The consequence is that I do not use any framework.
This solves two other annoying facts
- Writing vanilla Js, you’re using the browser API. You don’t have to learn, adapt to the other paradigm that a framework will throw at you. Errors are your own. You do not have to spend time debugging what the framework does and which is not documented.
- You don’t need to build. No build tool to install, configure and debug when the build chain breaks.
I only use gzip at the server level
The more I write code, the more I question the relevance of heavy abstraction levels
Of course, it might be of interest in some cases. Like huge teams with hundreds of devs, huge projects for big companies, and big agencies.
My practice is much more close to the business. Most of the time I’m the sole dev, as well as the sole contact with stakeholders and users.
I learn the trade, question the processes, and ship only what is needed and will be used.
Business code should not be buried/ decoupled in multiple files which prevents anyone to understand easily what this is about.
This sits well also with the type of mobile app I develop.
PWAs shine when:
Mobile workers need to collect data and send it back to some distant other entities.

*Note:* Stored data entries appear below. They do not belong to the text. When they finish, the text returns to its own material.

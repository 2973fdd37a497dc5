/**
 * Automatic mesh density: the target number of elements along the bar for the highest mode
 * wanted. Chosen from the measured convergence of the elements (see test/solver and DEVELOPERS.md):
 * with this density modes 1–4 of uniform and deeply undercut bars are within 0.01 cent of the
 * converged values; each extra mode adds elements in proportion to its wavenumber.
 */
export function meshDensity(highestMode: number): number {
  return Math.max(24, Math.ceil(6 * (highestMode + 1.5)));
}
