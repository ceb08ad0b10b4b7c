/**
 * The permitted work limit in projected coordinates (project length unit): a multipolygon, each
 * polygon an outer ring followed by its holes, each ring a list of [easting, northing] positions
 * (closed or not). Islands and exclusion areas are holes; separate basins are separate polygons.
 * Inside means inside by the even-odd rule over all rings, which is the usual meaning for valid
 * RFC 7946 geometry.
 */
export type Position = [number, number];
export type Ring = Position[];
export type ProjectedPolygon = Ring[];
export type ProjectedMultiPolygon = ProjectedPolygon[];

export interface Bounds {
  minX: number;
  minY: number;
  maxX: number;
  maxY: number;
}

export function workLimitBounds(limit: ProjectedMultiPolygon): Bounds {
  const bounds = { minX: Infinity, minY: Infinity, maxX: -Infinity, maxY: -Infinity };
  for (const polygon of limit) {
    for (const ring of polygon) {
      for (const [easting, northing] of ring) {
        if (easting < bounds.minX) bounds.minX = easting;
        if (easting > bounds.maxX) bounds.maxX = easting;
        if (northing < bounds.minY) bounds.minY = northing;
        if (northing > bounds.maxY) bounds.maxY = northing;
      }
    }
  }
  return bounds;
}

/** Even-odd point in polygon over every ring of every polygon. */
export function isInsideWorkLimit(limit: ProjectedMultiPolygon, easting: number, northing: number): boolean {
  let inside = false;
  for (const polygon of limit) {
    for (const ring of polygon) {
      const count = ring.length;
      for (let current = 0, previous = count - 1; current < count; previous = current++) {
        const [x1, y1] = ring[current];
        const [x2, y2] = ring[previous];
        if (y1 > northing !== y2 > northing && easting < ((x2 - x1) * (northing - y1)) / (y2 - y1) + x1) inside = !inside;
      }
    }
  }
  return inside;
}

/**
 * Plan area in square project units (shoelace; outer rings minus holes, whatever their winding;
 * rings closed or not). In a conformal projection near its origin (state plane, UTM) this is the
 * ground area to the square of the scale factor: within 0.02 % over a state plane zone's usual extent.
 */
export function workLimitArea(limit: ProjectedMultiPolygon): number {
  let total = 0;
  for (const polygon of limit) {
    polygon.forEach((ring, ringIndex) => {
      // Relative to the ring's first vertex: state plane coordinates run to millions of feet,
      // and their products would swamp a small ring's area.
      const [originX, originY] = ring[0] ?? [0, 0];
      let twiceArea = 0;
      for (let current = 0, previous = ring.length - 1; current < ring.length; previous = current++) {
        twiceArea += (ring[previous][0] - originX) * (ring[current][1] - originY) - (ring[current][0] - originX) * (ring[previous][1] - originY);
      }
      total += ringIndex === 0 ? Math.abs(twiceArea) / 2 : -Math.abs(twiceArea) / 2;
    });
  }
  return total;
}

Headquarters, team leader, regional org…
They need a tool that won’t drain their battery, will be easy to use, will work while offline, and will sync whenever connectivity is back and sufficient.
As I said, PWAs offer all of this by default.
HTML gives you form controls for free, with all the accessibility built-in.
Service worker will let you navigate from page to page without a round trip to the server.
No need for a bloated framework/ router.
Browser indexDB will store any data waiting to be synced to a distant server. Yes, even audio/ video files.
This is what we all should be aiming for:
write applications with the least amount of code possible, with a constant sense of the amount of energy and resources our functions consume.
Climate change is here. IT never fulfill its promise to lessen the resource needed to function as a society. On the contrary, it has been a constant driver of growing CO2 emissions.
There is no fatality in this.
I decided a long time ago to be rigorous in my choices regarding technology.
Web technology may not be the « closest to the metal ». But it’s universal, well documented, backward compatible. And as I said, will work on any kind of device that offers a browser.